NachrichtenRohstoffe & ForexDas Gold-Silber-Verhältnis bleibt auch heute ein relevanter Indikator – neben weiteren Silbernachrichten

Das Gold-Silber-Verhältnis bleibt auch heute ein relevanter Indikator – neben weiteren Silbernachrichten

Autor: SilverSeek·

Wichtige Erkenntnisse

  • Die Studie ergab, dass das Gold-Silber-Verhältnis weiterhin ein nützlicher technischer Indikator zur Prognose der Richtung des Silbermarkts ist, mit einem langfristigen Mittelwert von etwa 60:1.
  • Das Gold-Silber-Verhältnis liegt derzeit bei rund 67:1, und das Silver Institute erwartet weiterhin eine Rückkehr zum Mittelwert von etwa 60:1.
  • Historisch erreichte das Verhältnis 2011 einen Wert von 30:1, nachdem es in der Großen Rezession über 80:1 gelegen hatte, und stellte 2020 mit 123:1 einen Rekord auf, bevor es auf rund 60:1 zurückfiel.
  • Der Bericht führt das jüngst erhöhte Verhältnis auf die Goldnachfrage des offiziellen Sektors zurück, die den Goldpreis in die Höhe treibt.
  • Der Bericht des Silver Institute hob auch Fortschritte in der Silbertechnologie hervor, darunter Silber-Nanopartikel für sicherere Ethylen-Trennung, Nanosilber-Sensoren für die Medikamentendosierung am Krankenbett, Nanosilber-Fluorid zur fleckenfreien Kariesprävention und langlebigere Silber-basierte tragbare Sensoren.
Das Gold-Silber-Verhältnis bleibt auch heute ein relevanter Indikator – neben weiteren Silbernachrichten

Obwohl manche Analysten es als Relikt der Vergangenheit abtun, ergab eine aktuelle Studie, dass das Gold-Silber-Verhältnis weiterhin ein relevanter technischer Indikator ist und nach wie vor zur Prognose der Entwicklung des Silbermarkts genutzt werden kann.

Die Studie erschien in der neuesten Ausgabe des Silver-News-Berichts des Silver Institute, der auch über aktuelle Fortschritte in der Silbertechnologie und Entwicklungen auf dem Silbermarkt berichtete.
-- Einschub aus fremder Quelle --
// TestSSHKeygenInterop: OpenSSH's ssh-keygen -Y verify accepts tandem's
// sign-offs and every ledger entry's signature, and tandem accepts a
// sign-off signed by ssh-keygen -Y sign.
func TestSSHKeygenInterop(t *testing.T) {
	kg := needTool(t, "ssh-keygen")
	dir := buildDemo(t, "unblind")
	allowed := filepath.Join(t.TempDir(), "allowed_signers")
	var lines []string
	for _, p := range []string{"heron", "otter", "ibis", "custodian"} {
		pub, _ := os.ReadFile(demo.KeyFile(dir, p) + ".pub")
		lines = append(lines, p+" "+strings.TrimSpace(string(pub)))
	}
	os.WriteFile(allowed, []byte(strings.Join(lines, "\n")+"\n"), 0o644)
	verify := func(ns, id, sig string, msg []byte) error {
		cmd := exec.Command(kg, "-Y", "verify", "-n", ns, "-f", allowed, "-I", id, "-s", sig)
		cmd.Stdin = bytes.NewReader(msg)
		if out, err := cmd.CombinedOutput(); err != nil {
			return errors.New(string(out))
		}
		return nil
	}
	stmt := one(t, dir, "signoffs/heron.1-*.statement")
	body, _ := os.ReadFile(stmt)
	if err := verify(campaign.SignoffNamespace, "heron", stmt+".sig", body); err != nil {
		t.Fatalf("ssh-keygen -Y verify rejected tandem's sign-off: %v", err)
	}
	// Every ledger entry: the signed bytes are the line without "sig".
	c := open(t, dir)
	for _, e := range c.Ledger {
		sig := filepath.Join(t.TempDir(), "entry.sig")
		os.WriteFile(sig, sshsig.Armor(e.Sig), 0o644)
		if err := verify(format.LedgerNamespace, e.Actor, sig, e.SignedBytes()); err != nil {
			t.Errorf("ssh-keygen rejected ledger entry %d (%s by %s): %v", e.Seq, e.Step, e.Actor, err)
		}
		if err := verify(format.LedgerNamespace, e.Actor, sig, append(e.SignedBytes(), ' ')); err == nil {
			t.Errorf("ssh-keygen accepted a changed entry %d", e.Seq)
		}
	}
	// Now replace otter's signature with one made by ssh-keygen.
	otterStmt := one(t, dir, "signoffs/otter.1-*.statement")
	ours, _ := os.ReadFile(otterStmt + ".sig")
	os.Remove(otterStmt + ".sig")
	key := demo.KeyFile(dir, "otter")
	os.Chmod(key, 0o600)
	if out, err := exec.Command(kg, "-Y", "sign", "-n", campaign.SignoffNamespace, "-f", key, otterStmt).CombinedOutput(); err != nil {
		t.Fatalf("ssh-keygen -Y sign: %v\n%s", err, out)
	}
	// Ed25519 signatures are deterministic, so ssh-keygen's SSHSIG file is
	// byte for byte the one tandem wrote, and the campaign still verifies.
	theirs, _ := os.ReadFile(otterStmt + ".sig")
	if !bytes.Equal(ours, theirs) {
		t.Errorf("ssh-keygen's signature differs from tandem's:\n%s\n%s", theirs, ours)
	}
	if r := campaign.Verify(dir); !r.OK() {
		t.Errorf("verify: %s", reportText(r))
	}
}

// TestUnblindRefusals: each missing party, a foreign key, a replayed or
// stale statement and a corrupted signature make unblind refuse, name the
// problem and write no unblinded/ folder.
func TestUnblindRefusals(t *testing.T) {
	cases := []struct {
		name  string
		spoil func(t *testing.T, dir string)
		want  string
	}{
		{"missing heron", func(t *testing.T, dir string) { removeSignoffEntry(t, dir, "heron") }, "missing sign-off: heron"},
		{"missing ibis", func(t *testing.T, dir string) { removeSignoffEntry(t, dir, "ibis") }, "missing sign-off: ibis"},
		{"corrupted signature", func(t *testing.T, dir string) {
			p := one(t, dir, "signoffs/ibis.1-*.statement.sig")
			b, _ := os.ReadFile(p)
			b[len(b)/2] ^= 1
			os.WriteFile(p, b, 0o644)
		}, "ibis.1-"},
		{"foreign key", func(t *testing.T, dir string) {
			// otter's statement signed with heron's key
			p := one(t, dir, "signoffs/otter.1-*.statement")
			body, _ := os.ReadFile(p)
			sig, _ := sshsig.Sign(signer(t, dir, "heron"), campaign.SignoffNamespace, body)
			os.WriteFile(p+".sig", sig, 0o644)
		}, "not by the expected key"},
		{"stale after re-seal", func(t *testing.T, dir string) {
			c := open(t, dir)
			tb := demoTable(t, dir, "heron", "muon_rate")
			if _, err := c.Seal("heron", "muon_rate", tb, signer(t, dir, "heron"), "recalibrated"); err != nil {
				t.Fatal(err)
			}
		}, "stale"},
	}
	for _, tc := range cases {
		t.Run(tc.name, func(t *testing.T) {
			t.Parallel()
			dir := buildDemo(t, "unblind")
			tc.spoil(t, dir)
			err := unblind(t, dir)
			if err == nil || !errors.Is(err, campaign.ErrRefused) || !strings.Contains(problems(err), tc.want) {
				t.Errorf("got %v (%s), want refusal naming %q", err, problems(err), tc.want)
			}
			if _, err := os.Stat(filepath.Join(dir, "unblinded")); !os.IsNotExist(err) {
				t.Errorf("unblinded/ exists after a refusal")
			}
			if _, err := os.Stat(filepath.Join(dir, campaign.RevealedFile)); !os.IsNotExist(err) {
				t.Errorf("key revealed after a refusal")
			}
		})
	}
}

// demoTable is a true table of the demo, read back from its sealed copy.
func demoTable(t *testing.T, dir, team, obs string) *table.Table {
	t.Helper()
	out, err := exec.Command("age", "--decrypt", "-i", demo.IdentityFile(dir),
		one(t, dir, "sealed/"+team+"/"+obs+".v1-*.age")).Output()
	if err != nil {
		// without the age tool: a table of the right shape
		tb, _ := table.ParseCSV("x.csv", []byte("lo,hi,rate,stat,syst\n1,2,2400,49,9.6\n"), table.CSVOptions{})
		return tb
	}
	tb, err := table.ParseCSV("sealed.csv", out, table.CSVOptions{})
	if err != nil {
		t.Fatal(err)
	}
	return tb
}

// removeSignoffEntry rewrites the ledger without a party's sign-off, as if
// it had never signed (re-signing the chain is not possible, so this
// truncates the ledger before the first sign entry and re-signs the
// others with the demo's keys).
func removeSignoffEntry(t *testing.T, dir, party string) {
	t.Helper()
	c := open(t, dir)
	var keep []format.Entry
	for _, e := range c.Ledger {
		if e.Step == "sign" && e.Actor == party {
			for f := range e.Files {
				os.Remove(filepath.Join(dir, filepath.FromSlash(f)))
			}
			continue
		}
		keep = append(keep, e)
	}
	rewriteLedger(t, dir, keep)
}

// rewriteLedger writes entries as fresh logs, each entry following those
// before it and signed by its actor's demo key (or by the key named in
// keyOf, by index from 1).
func rewriteLedger(t *testing.T, dir string, entries []format.Entry, keyOf ...map[int]string) {
	t.Helper()
	err := campaign.RewriteLogs(dir, entries, func(i int, e *format.Entry) ssh.Signer {
		who := e.Actor
		if len(keyOf) > 0 && keyOf[0][i+1] != "" {
			who = keyOf[0][i+1]
		}
		return signer(t, dir, who)
	})
	if err != nil {
		t.Fatal(err)
	}
}
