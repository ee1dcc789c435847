package compare

import (
	"fmt"
	"math"
	"math/rand/v2"
	"strings"
	"testing"

	"gonum.org/v1/gonum/stat/distuv"

	"tandem/compare/table"
)

// Calibration and power of the default verdict (α = 0.01, Holm over the
// χ², KS, runs and trials-corrected largest-pull p-values), by simulation
// with fixed seeds. The false-alarm rate of agreeing tables must not exceed
// α by more than its binomial error; the power against standard
// disagreements is printed (go test -run TestPower -v ./compare).

// pairWith makes two tables of n bins whose values scatter around a true
// curve with the stated Gaussian errors; shift(i, σ_d) is added to B's
// truth.
func pairWith(rng *rand.Rand, n int, shift func(i int, truth, sd float64) float64) (*table.Series, *table.Series) {
	a := &table.Series{Column: "y", Lo: make([]float64, n), Hi: make([]float64, n), V: make([]float64, n), Down: make([]float64, n)}
	b := &table.Series{Column: "y", Lo: a.Lo, Hi: a.Hi, V: make([]float64, n), Down: make([]float64, n)}
	for i := 0; i < n; i++ {
		a.Lo[i], a.Hi[i] = float64(i), float64(i+1)
		truth := 1000 * math.Exp(-2*float64(i)/float64(n))
		e := math.Sqrt(truth)
		a.Down[i], b.Down[i] = e, e
		tb := truth
		if shift != nil {
			tb += shift(i, truth, math.Sqrt2*e)
		}
		a.V[i] = truth + e*rng.NormFloat64()
		b.V[i] = tb + e*rng.NormFloat64()
	}
	a.Up, b.Up = a.Down, b.Down
	return a, b
}

// declared0 is the default with ρ = 0 declared (the simulated chains are
// independent).
func declared0() Options {
	o := Defaults()
	o.Default = Number(0)
	return o
}

// binomialTail is P(X >= k) for X ~ Binomial(n, p).
func binomialTail(k, n int, p float64) float64 {
	if k <= 0 {
		return 1
	}
	return distuv.Binomial{N: float64(n), P: p}.Survival(float64(k) - 0.5)
}

func TestCalibration(t *testing.T) {
	cases := []struct {
		bins, trials int
	}{{20, 4000}, {1000, 600}, {100000, 24}}
	if testing.Short() {
		cases[0].trials, cases[1].trials, cases[2].trials = 1000, 100, 4
	}
	rng := rand.New(rand.NewPCG(20, 26))
	for _, c := range cases {
		fails := 0
		for k := 0; k < c.trials; k++ {
			a, b := pairWith(rng, c.bins, nil)
			r, err := Series(a, b, declared0())
			if err != nil {
				t.Fatal(err)
			}
			if !r.Pass {
				fails++
			}
		}
		checkRate(t, fmt.Sprintf("%d bins", c.bins), fails, c.trials)
	}
	// A campaign-sized family: 200 observables of 20 bins adjusted
	// together; the family fails when any of its 800 p-values does.
	trials := 300
	if testing.Short() {
		trials = 50
	}
	fails := 0
	for k := 0; k < trials; k++ {
		rs := make([]*Result, 200)
		for j := range rs {
			a, b := pairWith(rng, 20, nil)
			r, err := Series(a, b, declared0())
			if err != nil {
				t.Fatal(err)
			}
			rs[j] = r
		}
		if err := AdjustFamily(rs, DefaultAlpha); err != nil {
			t.Fatal(err)
		}
		for _, r := range rs {
			if !r.Pass {
				fails++
				break
			}
		}
	}
	checkRate(t, "200-observable family", fails, trials)
}

// checkRate fails when k false alarms in n trials are significantly (one-
// sided, at 0.1 %) more than α allows.
func checkRate(t *testing.T, what string, k, n int) {
	t.Helper()
	p := binomialTail(k, n, DefaultAlpha)
	t.Logf("%s: %d false alarms in %d trials (rate %.4f ± %.4f), P(>= %d | α = %v) = %.3g",
		what, k, n, float64(k)/float64(n), math.Sqrt(DefaultAlpha*(1-DefaultAlpha)/float64(n)), k, DefaultAlpha, p)
	if p < 1e-3 {
		t.Errorf("%s: false-alarm rate %d/%d exceeds α = %v beyond its binomial error", what, k, n, DefaultAlpha)
	}
}

// TestPower prints the power of the default verdict, of the earlier
// default (each raw p-value at 0.01 and max |pull| <= 3, no correction), and
// of each criterion on its own at α, against standard disagreements, and
// checks that
// disagreements the statistics are built for are found.
func TestPower(t *testing.T) {
	type scenario struct {
		name  string
		shift func(i, n int, truth, sd float64) float64
	}
	scenarios := []scenario{
		{"none (agreeing)", nil},
		{"0.5σ global shift", func(i, n int, truth, sd float64) float64 { return 0.5 * sd }},
		{"±1σ linear trend", func(i, n int, truth, sd float64) float64 { return sd * (2*float64(i)/float64(n-1) - 1) }},
		{"one 5σ bin", func(i, n int, truth, sd float64) float64 {
			if i == n/2 {
				return 5 * sd
			}
			return 0
		}},
		{"2 % scale", func(i, n int, truth, sd float64) float64 { return 0.02 * truth }},
	}
	trials := 400
	if testing.Short() {
		trials = 50
	}
	names := []string{CritChi2, CritKS, CritRuns, CritMaxPullP}
	var out strings.Builder
	fmt.Fprintf(&out, "\npower at α = %v, %d trials each (values ~1000 ± √1000 per bin, σ_d = √2·√truth):\n", DefaultAlpha, trials)
	fmt.Fprintf(&out, "| disagreement | bins | verdict fails | earlier default | χ² | KS | runs | max-pull |\n| --- | --- | --- | --- | --- | --- | --- | --- |\n")
	rng := rand.New(rand.NewPCG(5, 5))
	power := map[string]float64{}
	for _, sc := range scenarios {
		for _, n := range []int{20, 100, 1000} {
			fails, oldFails := 0, 0
			each := make([]int, len(names))
			for k := 0; k < trials; k++ {
				var sh func(int, float64, float64) float64
				if sc.shift != nil {
					sh = func(i int, truth, sd float64) float64 { return sc.shift(i, n, truth, sd) }
				}
				a, b := pairWith(rng, n, sh)
				r, err := Series(a, b, declared0())
				if err != nil {
					t.Fatal(err)
				}
				if !r.Pass {
					fails++
				}
				// the earlier default: each raw p-value at 0.01, no
				// adjustment, and a raw max |pull| <= 3
				if r.MaxAbsPull > 3 || min(r.PValue, r.KSP, r.RunsP, r.MaxPullP) < DefaultAlpha {
					oldFails++
				}
				for _, c := range r.Criteria {
					for j, nm := range names {
						if c.Name == nm && c.Value <= DefaultAlpha {
							each[j]++
						}
					}
				}
			}
			f := func(k int) string { return fmt.Sprintf("%.3f", float64(k)/float64(trials)) }
			fmt.Fprintf(&out, "| %s | %d | %s | %s | %s | %s | %s | %s |\n", sc.name, n, f(fails), f(oldFails), f(each[0]), f(each[1]), f(each[2]), f(each[3]))
			power[fmt.Sprintf("%s/%d", sc.name, n)] = float64(fails) / float64(trials)
		}
	}
	t.Log(out.String())
	// Sanity on the figures (not their exact values): each disagreement is
	// found almost always where it is large enough to be obvious. (In short
	// mode, 50 trials: the bounds still hold by several binomial errors.)
	for key, min := range map[string]float64{
		"0.5σ global shift/1000": 0.98, "±1σ linear trend/1000": 0.98, "one 5σ bin/20": 0.7, "2 % scale/1000": 0.98,
	} {
		if power[key] < min {
			t.Errorf("power against %s is %.3f, expected at least %v", key, power[key], min)
		}
	}
}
Das Gold-Silber-Verhältnis ist eines der ältesten Analysewerkzeuge im Bereich der Edelmetalle und reicht Jahrhunderte zurück, bis beide Metalle als Geld im Umlauf waren; es bleibt einer der meistbeobachteten Maßstäbe für den Vergleich des relativen Werts der beiden Metalle.

Was das Gold-Silber-Verhältnis zeigt

Das Gold-Silber-Verhältnis misst, wie viele Unzen Silber bei den aktuellen Spotpreisen beider Metalle benötigt werden, um eine Unze Gold zu kaufen – es drückt faktisch den Goldpreis in Unzen Silber aus. Händler und Analysten nutzen es seit langem als relatives Bewertungsmaß: Da Gold von den beiden Metallen allgemein das stabilere ist, spiegeln starke Ausschläge des Verhältnisses typischerweise die Volatilität von Silber wider, die durch seine Doppelrolle als monetäres Metall und Industrierohstoff oft verstärkt wird.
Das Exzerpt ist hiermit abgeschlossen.